Default opzioni di montaggio: acl, user_xattr

controllare Anche che il valore di default l’opzione per il montaggio non viene annullato, in tal caso si vedrà noacl nel /proc/mounts nella riga corrispondente.,

È possibile impostare il valore predefinito di opzioni per il montaggio di un file system utilizzando il tune2fs -o option partition comando, per esempio:

# tune2fs -o acl /dev/sdXY

Utilizzando il valore predefinito di opzioni di montaggio invece di una voce /etc/fstab è molto utile per le unità esterne, tale partizione viene montata con acl opzione anche su altre macchine Linux.

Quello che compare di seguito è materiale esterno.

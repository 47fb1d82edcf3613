"""What the tables share: the units of a stored variable as a reader calls them, a header with its units, and the
text of an archive (title, notes, names) with every control character escaped, ready for a terminal."""

from __future__ import annotations

from fdsolver.errors import printable

#: what the archive builders write in ``units_note`` of a param whose units the case does not declare
NOT_DECLARED = "not declared"


def declared(ds, name: str) -> bool:
    """False if the archive says the units of ``name`` were not declared (a scanned param without [sweep] units)."""
    return NOT_DECLARED not in str(ds[name].attrs.get("units_note", ""))


def units_of(ds, name: str) -> str:
    """The units of variable ``name`` as a reader calls them (``units_name``, else the UDUNITS ``units``); "" for a
    pure number ("1") or undeclared units."""
    a = ds[name].attrs
    u = str(a.get("units_name") or a.get("units", ""))
    return "" if u == "1" or not declared(ds, name) else printable(u)


def label(ds, name: str, text: str | None = None) -> str:
    """``text [units]`` for a column header or an axis (``text`` defaults to the variable's name); ``[1]`` for a
    pure number, ``[units not declared]`` where the case declared none."""
    text = name if text is None else text
    if not declared(ds, name):
        return f"{text} [units not declared]"
    return f"{text} [{units_of(ds, name) or '1'}]"


def title_of(ds) -> str:
    """The archive's title, escaped for a terminal (a title is the case author's free text)."""
    return printable(ds.attrs.get("title", ""))


def notes_of(ds, key: str) -> list[str]:
    """The lines of a text attribute (``messages``, ``notes``), each escaped for a terminal; blank lines dropped."""
    return [printable(m) for m in str(ds.attrs.get(key, "")).splitlines() if m.strip()]


def name_of(value) -> str:
    """A stored name (a region, a well, a param), escaped for a terminal."""
    return printable(value)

Non è necessario modificare /etc/fstab su ogni macchina.

Nota:

  • acl è specificato come opzione di montaggio predefinita quando si crea un file system ext2/3 / 4., Questo è configurato in /etc/mke2fs.conf.
  • Le opzioni di montaggio predefinite non sono elencate in/proc/mounts.

Utilizzo

Set ACL

L’ACL può essere modificato utilizzando il comando setfacl.

Suggerimento: È possibile elencare le modifiche alle autorizzazioni di file/directory senza modificare le autorizzazioni (ad esempio dry-run) aggiungendo il flag --test.,

Per impostare le autorizzazioni per gli altri:

# setfacl -m "other:permissions" <file/dir>

Per consentire a tutti i nuovi file o directory per ereditare voci dalla directory principale (questo non influenzerà i file che vengono copiati in una directory):

# setfacl -dm "entry" <dir>

Per rimuovere una voce specifica:

# setfacl -x "entry" <file/dir>

rimuovere le voci di default:

# setfacl -k <file/dir>

rimuovere tutte le voci (voci del proprietario, gruppo e altri vengono mantenuti):

# setfacl -b <file/dir>

L’accuratezza fattuale di questo articolo o sezione è in discussione.,

Motivo: La nota originale sull’opzione--mask (che è stata presa da setfacl(1)) è stata determinata come imprecisa, ma anche la nuova nota non sembra corretta. Vedere la pagina di discussione per i dettagli. (Discuss in Talk: Access Control Lists # ACL mask entry)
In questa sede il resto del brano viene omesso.